# Zeilenumbruch in Word mit Makro erstellen



## richard32 (19. März 2010)

Hi,

bin in den vorhanden beiträgen und tutorials leider nicht fündig geworden.

ich versuche verzweifelt ein word-macro (habe ms office word 2003 prof. edition) mit hilfe des microsoft visual basic editors zu erstellen. bisher ohne erfolg ...

die anforderungen sind folgende:
ich möchte einen über 200 seiten langen text aus dem editor in word ziehen. der text hat jedoch "endlos" lange zeilen, d.h. zeilen ohne "absatzzeichen" (¶) bzw. (^v) . gibt natürlich kein schönes bild ab, da die zeilen über den rechten seitenrand ragen  (Nachtrag: in der html-darstellung, aber natürlich nicht in word, sorry) 

das makro sollte folgende zwei anforderungen abarbeiten können:

_* zeilenumbruch nach dem 78 Zeichen (möglichst nicht sturr, d.h. wörter sollten nicht getrennt werden, sondern der umbruch sollte dann bei dem zuvorgehenden freizeichen erfolgen) 

* die umgebrochene zeile soll einen zeilenvoschub von 4 freizeichen erhalten
_

über jeden tipp, der mir weiterhilft wäre ich euch dankbar


----------



## DrSoong (19. März 2010)

richard32 hat gesagt.:


> gibt natürlich kein schönes bild ab, da die zeilen über den rechten seitenrand ragen



Äh, wie kann ich mir denn das vorstellen? Muss ich da rechts 3 Monitore ranstellen, das ich die ganze Zeile lesen kann? 

Nein, im Ernst, eigentlich hat eine Word-Seite eine begrenzte Breite, da ist es egal, wie lange ein Text ist. Word trennt hier automatisch an gewissen Zeichen (Leerzeichen, Bindestrich, ...), ich hab da eigentlich nie ein Proble gehabt, dass eine Zeile rechts am Monitorrand angeklopft hat.

Es wäre natürlich ohne weiteres möglich, den Text so wie du willst zu trennen, da Word das ja aber selbst macht, geht mir irgendwie der Sinn verloren.

Wenn ich das ganze irgendwie anders verstanden habe, erklär es etwas genauer bzw. häng doch ein Bild von so einer Word-Seite an.


Der Doc!


----------



## richard32 (19. März 2010)

Hi Doc,

war natürlich saublöd von mir dargestellt .. sorry ...

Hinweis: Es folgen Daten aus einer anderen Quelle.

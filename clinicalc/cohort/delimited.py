"""A text table read row by row: every row that has too many or too few fields is named by its line.

Python's own csv module reads it, in blocks of rows: pandas takes a row that is too short for one with empty cells.
"""

import csv
from collections.abc import Iterator
from dataclasses import dataclass, field
from itertools import islice
from pathlib import Path
from typing import TextIO

import numpy as np

from clinicalc.cohort.cells import CellGathering, read_number
from clinicalc.cohort.course import Course
from clinicalc.cohort.encodings import tell_encoding
from clinicalc.cohort.raw import RawTable
from clinicalc.cohort.separators import TextForm, tell_form
from clinicalc.errors import Problem, TableRefused

_BLOCK = 1 << 15
_SAMPLE_LINES = 2000
_NAMED_LINES = 5
_ENCODINGS = {"utf-8": "UTF-8", "utf-8-sig": "UTF-8 with a byte order mark", "utf-16": "UTF-16", "latin-1": "latin-1"}


def read_delimited(path: Path, course: Course) -> RawTable:
    """The table in a CSV or TSV file. Raises TableRefused with every line that does not fit, and Stopped."""
    encoding = tell_encoding(path)
    with path.open(encoding=encoding, newline="") as file:
        form = tell_form(list(islice(file, _SAMPLE_LINES)))
        file.seek(0)
        return _Reading(path.name, form, encoding).read(file, course)


@dataclass(slots=True)
class _Reading:
    """The reading of one file."""

    file: str
    form: TextForm
    encoding: str
    lines: list[int] = field(default_factory=list)
    misfits: list[tuple[int, int]] = field(default_factory=list)
    blank: int = 0

    def read(self, file: TextIO, course: Course) -> RawTable:
        # strict: else a quotation mark left open swallows the rest of the file
        reader = csv.reader(file, delimiter=self.form.separator, strict=True)
        for _ in range(self.form.lines_before):
            next(reader, None)
        names = settle_names(self.file, next(reader, []))
        columns = [CellGathering(name, self.form.decimal) for name in names]
        try:
            while block := self._next_block(reader, len(names)):
                for column, cells in zip(columns, zip(*block, strict=True), strict=True):
                    column.add(cells)
                course.say("Reading the table", len(self.lines))
        except csv.Error as error:
            at = max([1, *self.lines[-1:], *(line for line, _ in self.misfits[-1:])]) + 1
            why = f"from here on it cannot be read ({error}): a quotation mark is left open, or stands inside a text."
            raise TableRefused(self.file, (*self._tell_misfits(len(names)), Problem(f"line {at}", why))) from error
        if self.misfits:
            raise TableRefused(self.file, tuple(self._tell_misfits(len(names))))
        lines = np.array(self.lines, dtype=np.int64)
        return RawTable(self.file, tuple(column.column() for column in columns), lines, self._told())

    def _next_block(self, reader: Iterator[list[str]], width: int) -> list[list[str]]:
        block: list[list[str]] = []
        before = reader.line_num  # type: ignore[attr-defined]  # csv's reader counts lines
        for row in reader:
            line, before = before + 1, reader.line_num  # type: ignore[attr-defined]
            if len(row) != width and row:
                self.misfits.append((line, len(row)))
            elif not any(row):
                self.blank += 1
            else:
                self.lines.append(line)
                block.append(row)
                if len(block) == _BLOCK:
                    break
        return block

    def _tell_misfits(self, width: int) -> Iterator[Problem]:
        counts = {count for _, count in self.misfits}
        if not self.lines and counts == {width + 1}:
            yield Problem(
                "line 1",
                f"has {width} names, and every line below has {width + 1} fields: the name of the first column is "
                "lacking, as where row names were written. Write the table without row names, or give them a name.",
            )
            return
        for line, count in self.misfits[:_NAMED_LINES]:
            slip = "a text that holds the separator must stand in quotation marks" if count > width else "it is cut off"
            yield Problem(f"line {line}", f"has {count} fields, and the first line has {width} names; perhaps {slip}.")
        if len(self.misfits) > _NAMED_LINES:
            yield Problem("", f"{len(self.misfits) - _NAMED_LINES} further lines have too many or too few fields.")

    def _told(self) -> str:
        return f"Read as {_ENCODINGS[self.encoding]}, {self.form.words}.{tell_blank(self.blank)}"


def tell_blank(lines: int) -> str:
    """What is said of lines that hold nothing, "" where there are none; it begins with a space."""
    if lines < 2:
        return " 1 empty line was left out." if lines else ""
    return f" {lines} empty lines were left out."


def settle_names(file: str, header: list[str]) -> list[str]:
    """The names of the columns, trimmed; one without a name is called by its place.

    Raises TableRefused where there is no header, where a name stands twice, and where the header holds numbers.
    """
    names = [name.strip() or f"column {place}" for place, name in enumerate(header, 1)]
    problems = []
    if not any(name.strip() for name in header):
        problems.append(Problem("line 1", "is empty; it has to hold the names of the columns."))
    elif all(read_number(name.replace(",", ".")) is not None for name in names):
        problems.append(
            Problem("line 1", "holds numbers; it has to hold the names of the columns. Put a line of names above it.")
        )
    for name in sorted({name for name in names if names.count(name) > 1}):
        problems.append(Problem("line 1", f'names "{name}" {names.count(name)} times. Give every column its own name.'))
    if problems:
        raise TableRefused(file, tuple(problems))
    return names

die "endlos"-zeile betrifft die html-darstellung und nicht das word-dokument. in beiden fällen sieht der text aber unschön aus. im anhang sind zwei dokumente, nr.1. zeigt die ungewünschte darstellung, nr. 2 zeigt wie der text aussehen sollte.

problem:
der rohtext enthält textzeilen ohne "absatzzeichen". in der html-darstellung laufen die zeilen nach rechts aus dem text, so dass man scrollen muss. 

der text ist linksbündig mit 4 freizeichen nach rechts gerückt. und hier fängt unter word das problem an: füge ich den text in word, werden die zeilen auf die seitenbreite "gestutzt", aber die so "gestutzten" zeilen stehen alle linksbündig (die 4 freizeichen gehen verloren).

um das zu vermeiden, wäre ein makro von vorteil, welches den text auf eine zeilenbreite von 78 bringt (einfügen eines "absatzzeichens" ¶),  möglichst nicht sturr, d.h. wörter sollten nicht getrennt werden, sondern der umbruch sollte bei dem zuvorgehenden freizeichen erfolgen. 

ich hoffe die sache jetzt klarer beschrieben zu haben


----------



## richard32 (20. März 2010)

DrSoong hat gesagt.:


> Äh, wie kann ich mir denn das vorstellen? Muss ich da rechts 3 Monitore ranstellen, das ich die ganze Zeile lesen kann?
> 
> Nein, im Ernst, eigentlich hat eine Word-Seite eine begrenzte Breite, da ist es egal, wie lange ein Text ist. Word trennt hier automatisch an gewissen Zeichen (Leerzeichen, Bindestrich, ...), ich hab da eigentlich nie ein Proble gehabt, dass eine Zeile rechts am Monitorrand angeklopft hat.
> 
> ...


Hi Doc,

war natürlich saublöd von mir dargestellt .. sorry ...

die "endlos"-zeile betrifft die html-darstellung und nicht das word-dokument. in beiden fällen sieht der text aber unschön aus. als anhang habe ich im forum zwei dokumente beigefügt: nr.1. zeigt die ungewünschte darstellung, nr. 2 zeigt wie der text aussehen sollte.

problem:
der rohtext enthält textzeilen ohne "absatzzeichen". in der html-darstellung laufen die zeilen nach rechts aus dem text, so dass man scrollen muss.

der text ist linksbündig mit 4 freizeichen nach rechts gerückt. und hier fängt unter word das problem an: füge ich den text in word, werden die zeilen auf die seitenbreite "gestutzt", aber die so "gestutzten" zeilen stehen alle linksbündig (die 4 freizeichen gehen verloren).

um das zu vermeiden, wäre ein makro von vorteil, welches den text auf eine zeilenbreite von 78 bringt (einfügen eines "absatzzeichens" ¶), möglichst nicht sturr, d.h. wörter sollten nicht getrennt werden, sondern der umbruch sollte bei dem zuvorgehenden freizeichen erfolgen.

ich hoffe die sache jetzt klarer beschrieben zu haben ...


----------